What learning disability excuses this behavior? I'm not sure you can claim ADHD made you so restless you had to solo a "5.13" and then brag about it after you fell.
slim wrote: i honestly feel pretty bad for this kid. my guess is that we will find out that he was born with a learning disability or something like that, and we will all feel pretty bad about it in the end.
26 years old is not a "kid", that is a fully grown adult.
I was wondering how long it would take for someone to call that out! haha!
PS - I hope the climber has a full recovery. I am sure he will realize how lucky he is once he is back on his feet.

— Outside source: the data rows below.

import { openMqttLine } from '@/server/ingest/mqtt-line';
import type { BrokerMessage, BrokerSetting } from '@/server/interfaces/broker-line';
import { Mosquitto } from '@/tests/support/mosquitto';

/** The subscriber against a broker that is not ours: Debian's Mosquitto, with TLS. */

let broker: Mosquitto;
beforeAll(async () => {
  broker = await Mosquitto.start();
}, 30_000);
afterAll(() => broker.stop());

const signIn = () => ({ userName: broker.userName, password: broker.password });
const setting = (part: Partial<BrokerSetting> = {}): BrokerSetting => ({
  ...{ address: broker.address, clientId: 'evenfalltest', filters: ['lab/+/air'], ca: broker.ca },
  ...signIn(),
  ...part,
});

/** A line with all that it tells, each to be waited for. */
function listen(part: Partial<BrokerSetting> = {}) {
  const messages: BrokerMessage[] = [];
  let told: (what: string) => void;
  const first = new Promise<string>((resolve) => (told = resolve));
  let gone: (why: string) => void;
  const away = new Promise<string>((resolve) => (gone = resolve));
  let heard: () => void;
  const message = new Promise<void>((resolve) => (heard = resolve));
  const line = openMqttLine(setting(part), {
    connected: () => told('connected'),
    away: (why) => (told(why), gone(why)),
    message: (one) => (messages.push(one), heard()),
  });
  return { line, first, away, message, messages };
}

test('a broker whose certificate the lab’s own authority signed is heard', async () => {
  const { line, first, message, messages } = listen();
  expect(await first).toBe('connected');
  await broker.say('lab/cellar/air', '{"v": 12.5}');
  await message;
  expect(messages.map(({ topic, payload, retained }) => [topic, Buffer.from(payload).toString(), retained])).toEqual([
    ['lab/cellar/air', '{"v": 12.5}', false],
  ]);
  line.close();
});

test.each<[string, () => Partial<BrokerSetting>, RegExp]>([
  ['an authority that this server does not know', () => ({ ca: null }), /nobody whom this server trusts vouches for its certificate/],
  [
    'a certificate for another name',
    () => ({ address: `mqtts://127.0.0.1:${String(broker.port)}` }),
    /for another host than this address names/,
  ],
  ['a wrong password', () => ({ password: 'open-the-box' }), /refused the name or the password/],
  ['no password', () => ({ userName: null, password: null }), /refused the name or the password/],
])('%s is told in words', async (_, part, words) => {
  expect(await listen(part()).first).toMatch(words);
});

test('a broker that vanishes is told, and is there again for the next line', async () => {
  const before = listen();
  expect(await before.first).toBe('connected');
  await broker.vanish();
  expect(await before.away).toMatch(/closed the connection|ECONNRESET/);
  expect(await listen().first).toBe('nothing listens at this address');
  await broker.again();
  const after = listen();
  expect(await after.first).toBe('connected');
  after.line.close();
});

We all learn. Sometimes the process really hurts or nearly kills us. (Not that I would ever free solo anything. Bouldering is too dangerous for my taste!)
No he won't and he isn't learning. Unless he is trolling super hard on youtube (def. possible) he's feeling emboldened like a superhero after surviving this.
and he's getting money and fame from it. Positive reinforcement. Great.
"Max Munchinski first of all I’m sorry my actions hurt so many climbers vaginas. When this happens in mtb. people typically don’t set up knitting circle bash forums on mtb. project, but climbers are obviously a different breed of pussy. I’m not afraid of heights and love scrambling but took it a tad too far. I took someone’s word for what the rating was but was obviously wrong due to the amount of puss climbers that all banded together in the name of Alex Honda and debunked my misinformation lol. I wasn’t born with climbing knowledge instilled In my brain like all of you kiddos. I brought my GoPro bc I was going to try a harder climb as approsed to my usual scrambling laps, but im sure glad I did! Bc I’m not only getting a fat check from Aflac, but also ViralHog. Who cares what I do with my body, my adrenaline and my footage? The very bored, very scared climbing community, that’s who. Y’all shame yourselves, not me. I’ll keep boasting and trolling cause I know it hurts your fragile little self obsess community of sissy’s."
WTF - seriously, he's gonna go viral and think this was the best thing ever. And inspire others.
Hello, Serge here from Newsflare. Amazing, terrifying clip. I'm glad you survived! Could you email us to discuss a paid media opportunity? newsdesk AT newsflare DOT com thank you
Gotta love how so many of his responses resort to either calling people pussies, talking about their vaginas being hurt, or saying that he banged their mom.
Obviously a class act and not sexist in the least.